> [Data for review]:
════════════════════

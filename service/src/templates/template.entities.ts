import { Column, Entity, PrimaryColumn } from 'typeorm';

export type TemplateKind = 'figure' | 'table';
/** Where a stored template lives: the lab library (every manuscript sees it) or one manuscript. */
export type TemplateScope = 'lab' | 'manuscript';

/** A forked template: a named line of versions for one built-in slot (its `key`). */
@Entity('templates')
export class Template {
  @PrimaryColumn({ type: 'char', length: 36 })
  id: string;

  @Column({ type: 'varchar', length: 8 })
  kind: TemplateKind;

  /** the built-in template this one stands in for (e.g. torsion-plot, methods-xray) */
  @Column({ name: 'template_key', type: 'varchar', length: 60 })
  key: string;

  @Column({ type: 'varchar', length: 120 })
  name: string;

  @Column({ type: 'varchar', length: 12 })
  scope: TemplateScope;

  @Column({ name: 'manuscript_id', type: 'char', length: 36, nullable: true })
  manuscriptId: string | null;

  /** "<templateId>@<n>" of the version it was forked from */
  @Column({ name: 'forked_from', type: 'varchar', length: 80 })
  forkedFrom: string;

  @Column({ name: 'created_by', type: 'char', length: 36, nullable: true })
  createdBy: string | null;

  @Column({ name: 'created_at', type: 'datetime', precision: 3 })
  createdAt: Date;
}

/** One immutable saved state of a template (never updated, never deleted on its own). */
@Entity('template_versions')
export class TemplateVersion {
  @PrimaryColumn({ name: 'template_id', type: 'char', length: 36 })
  templateId: string;

  @PrimaryColumn({ type: 'int' })
  n: number;

  @Column({ type: 'mediumtext' })
  body: string;

  @Column({ type: 'char', length: 64 })
  sha256: string;

  @Column({ name: 'author_id', type: 'char', length: 36, nullable: true })
  authorId: string | null;

  @Column({ name: 'author_name', type: 'varchar', length: 120 })
  authorName: string;

  @Column({ type: 'varchar', length: 500 })
  message: string;

  @Column({ name: 'created_at', type: 'datetime', precision: 3 })
  createdAt: Date;
}

/** The version a manuscript uses for one slot; no row = the built-in version. */
@Entity('template_pins')
export class TemplatePin {
  @PrimaryColumn({ name: 'manuscript_id', type: 'char', length: 36 })
  manuscriptId: string;

  @PrimaryColumn({ name: 'template_key', type: 'varchar', length: 60 })
  key: string;

  /** "builtin:<key>" or a stored template's id */
  @Column({ name: 'template_id', type: 'varchar', length: 80 })
  templateId: string;

  @Column({ type: 'int' })
  n: number;

  @Column({ name: 'pinned_by', type: 'char', length: 36, nullable: true })
  pinnedBy: string | null;

  @Column({ name: 'pinned_at', type: 'datetime', precision: 3 })
  pinnedAt: Date;
}

/** The methods-table form of one model version: the author's entries over the file's values. */
@Entity('methods_forms')
export class MethodsFormEntry {
  @PrimaryColumn({ name: 'model_version_id', type: 'char', length: 36 })
  modelVersionId: string;

  @Column({ name: 'manuscript_id', type: 'char', length: 36 })
  manuscriptId: string;

  /** JSON object: field key → value (null clears a file value) */
  @Column({ name: 'values_json', type: 'mediumtext' })
  valuesJson: string;

  @Column({ name: 'updated_by', type: 'char', length: 36, nullable: true })
  updatedBy: string | null;

  @Column({ name: 'updated_at', type: 'datetime', precision: 3 })
  updatedAt: Date;
}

════════════════════

> [What to work on]:
Each record above is to be printed again exactly as written.

> [Task output]:
filename service/src/templates/template.entities.ts
import { Column, Entity, PrimaryColumn } from 'typeorm';

export type TemplateKind = 'figure' | 'table';
/** Where a stored template lives: the lab library (every manuscript sees it) or one manuscript. */
export type TemplateScope = 'lab' | 'manuscript';

/** A forked template: a named line of versions for one built-in slot (its `key`). */
@Entity('templates')
export class Template {
  @PrimaryColumn({ type: 'char', length: 36 })
  id: string;

  @Column({ type: 'varchar', length: 8 })
  kind: TemplateKind;

  /** the built-in template this one stands in for (e.g. torsion-plot, methods-xray) */
  @Column({ name: 'template_key', type: 'varchar', length: 60 })
  key: string;

  @Column({ type: 'varchar', length: 120 })
  name: string;

  @Column({ type: 'varchar', length: 12 })
  scope: TemplateScope;

  @Column({ name: 'manuscript_id', type: 'char', length: 36, nullable: true })
  manuscriptId: string | null;

  /** "<templateId>@<n>" of the version it was forked from */
  @Column({ name: 'forked_from', type: 'varchar', length: 80 })
  forkedFrom: string;

  @Column({ name: 'created_by', type: 'char', length: 36, nullable: true })
  createdBy: string | null;

  @Column({ name: 'created_at', type: 'datetime', precision: 3 })
  createdAt: Date;
}

/** One immutable saved state of a template (never updated, never deleted on its own). */
@Entity('template_versions')
export class TemplateVersion {
  @PrimaryColumn({ name: 'template_id', type: 'char', length: 36 })
  templateId: string;

  @PrimaryColumn({ type: 'int' })
  n: number;

  @Column({ type: 'mediumtext' })
  body: string;

  @Column({ type: 'char', length: 64 })
  sha256: string;

  @Column({ name: 'author_id', type: 'char', length: 36, nullable: true })
  authorId: string | null;

  @Column({ name: 'author_name', type: 'varchar', length: 120 })
  authorName: string;

  @Column({ type: 'varchar', length: 500 })
  message: string;

  @Column({ name: 'created_at', type: 'datetime', precision: 3 })
  createdAt: Date;
}

/** The version a manuscript uses for one slot; no row = the built-in version. */
@Entity('template_pins')
export class TemplatePin {
  @PrimaryColumn({ name: 'manuscript_id', type: 'char', length: 36 })
  manuscriptId: string;

  @PrimaryColumn({ name: 'template_key', type: 'varchar', length: 60 })
  key: string;

  /** "builtin:<key>" or a stored template's id */
  @Column({ name: 'template_id', type: 'varchar', length: 80 })
  templateId: string;

  @Column({ type: 'int' })
  n: number;

  @Column({ name: 'pinned_by', type: 'char', length: 36, nullable: true })
  pinnedBy: string | null;

  @Column({ name: 'pinned_at', type: 'datetime', precision: 3 })
  pinnedAt: Date;
}

/** The methods-table form of one model version: the author's entries over the file's values. */
@Entity('methods_forms')
export class MethodsFormEntry {
  @PrimaryColumn({ name: 'model_version_id', type: 'char', length: 36 })
  modelVersionId: string;

  @Column({ name: 'manuscript_id', type: 'char', length: 36 })
  manuscriptId: string;

  /** JSON object: field key → value (null clears a file value) */
  @Column({ name: 'values_json', type: 'mediumtext' })
  valuesJson: string;

  @Column({ name: 'updated_by', type: 'char', length: 36, nullable: true })
  updatedBy: string | null;

  @Column({ name: 'updated_at', type: 'datetime', precision: 3 })
  updatedAt: Date;
}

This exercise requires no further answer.